July 13, 2001, 1:30 PM — The U.S. Federal Communications Commission (FCC) yesterday adopted new rules for phone companies, permitting competitive local exchange carriers, or CLECs, to install telephone switching and routing equipment capable of multiple functions in incumbent carrier facilities. The devices must mainly function to connect CLEC equipment with the incumbent's local lines.
The FCC ruled in 1999 that competitors must be allowed to collocate any kind of phone equipment in incumbents' central offices, whether the equipment is related to local-line access or not. The U.S. Court of Appeals for the District of Columbia Circuit invalidated that rule, handing it back to the FCC for reconsideration. Thursday's ruling is the result of that reconsideration.
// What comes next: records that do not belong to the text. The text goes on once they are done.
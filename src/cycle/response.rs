//! The cell's response over one time step: given the fast state, the conditions of the step
//! and what sets the current (a current, or the equation a constant-voltage or constant-power
//! step imposes), the current, terminal voltage, overpotentials, heat, temperature, surface and
//! mean stoichiometries and surface stress at the step's end.
//!
//! Within a step the current is held at its end value or, where the stepper says so
//! ([`StepConditions::ramp_from`]), moves linearly to it from fixed start values; the heat
//! likewise ([`StepConditions::heat_from`]); the temperature-dependent properties follow the
//! temperature predicted over the step ([`CellModel::step_conditions`]). Diffusion is
//! integrated exactly for either input
//! ([`super::diffusion`]), so each particle's surface and mean stoichiometry at the step's end
//! are affine in the end current; the terminal voltage, overpotentials and heat are evaluated at
//! the end of the step (implicit, so constant-voltage and constant-power steps are stable at
//! any step length). A constant-voltage or constant-power step solves a scalar equation for
//! its current: Newton's method with a forward-difference slope, each iterate kept inside a
//! bracket of the root that widens by one current scale while only one side is known and is
//! bisected when a Newton step would leave it.
//!
//! With plating on, the negative's current splits at every step into intercalation and
//! lithium-metal deposition or stripping ([`super::kinetics::PlatingKinetics`]), both driven by
//! the electrode's potential φ at the step's end: the intercalation current I_int solves
//! I_int + A·i_Li(φ(I_int)) = I, where φ(I_int) = U(x_surf(I_int)) + η(I_int), a residual that
//! rises with I_int, so the root is bracketed from the first evaluation and found by false
//! position. Stripping is capped by the reversible lithium on the surface. Only the
//! intercalation current enters the negative particle; the positive takes the whole current.
//!
//! The stepper ([`super::stepper`]) chooses the step lengths and decides when a step ends.

use super::balance::Balance;
use super::diffusion::{Boundary, ModeStep, SphereModes};
use super::kinetics::{exchange_current_density, lithium_metal_current_density, overpotential};
use super::record::{signed_areas, step_charge, RampStart, TracePoint};
use super::stress::surface_hoop_stress;
use super::thermal::{advance_temperature, advance_temperature_ramp, bernardi_heat};
use super::{Cell, Electrode};
use crate::material::constants::FARADAY;
use crate::material::constants::GAS_CONSTANT;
The FCC addressed multifunction equipment -- for example, a voice switch that can also serve as a DSL (digital subscriber line) access multiplexer. Collocating equipment is necessary if CLECs cannot otherwise connect to unbundled networks without having equipment at incumbent facilities, the FCC ruled.
Multifunction equipment meets the standard for "necessary" collocation only if its primary purpose and function provides the CLEC with "equal in quality" interconnection or "nondiscriminatory access" to one or more unbundled network elements, such as individual phone lines.
Initial reaction to the FCC announcement was tentatively negative from the incumbent carriers. The incumbent carrier trade group, the United States Telecom Association (USTA), expressed disappointment.
The ruling seems to "unnecessarily expand" obligations borne by incumbent local exchange carriers past what is required by the Telecommunications Act of 1996, said Lawrence Sargeant, USTA vice president for regulatory affairs and general counsel, in a statement. The USTA will review the order to see how the FCC justifies its ruling in light of what the Court of Appeals said, according to the statement.
An incumbent spokesman expressed pessimism over the ruling.
"The question that has been raised is whether we have to become the CLEC hotel for any business they want to be in," said Bill McCloskey, director of media relations for BellSouth Corp. While it makes business sense for CLECs to provide services like Internet access, DSL or video-on-demand, the question is why the incumbents should have to bear any financial burden for CLEC plans.
"You understand why they want to do it ... it's just whether we have to subsidize it," he said.
Conversely, the Competitive Telecommunications Association (CompTel), a trade group for CLECs, heralded the FCC move as a victory for competitors. CLECs need such rules so that they can reach more customers, the association said in a statement.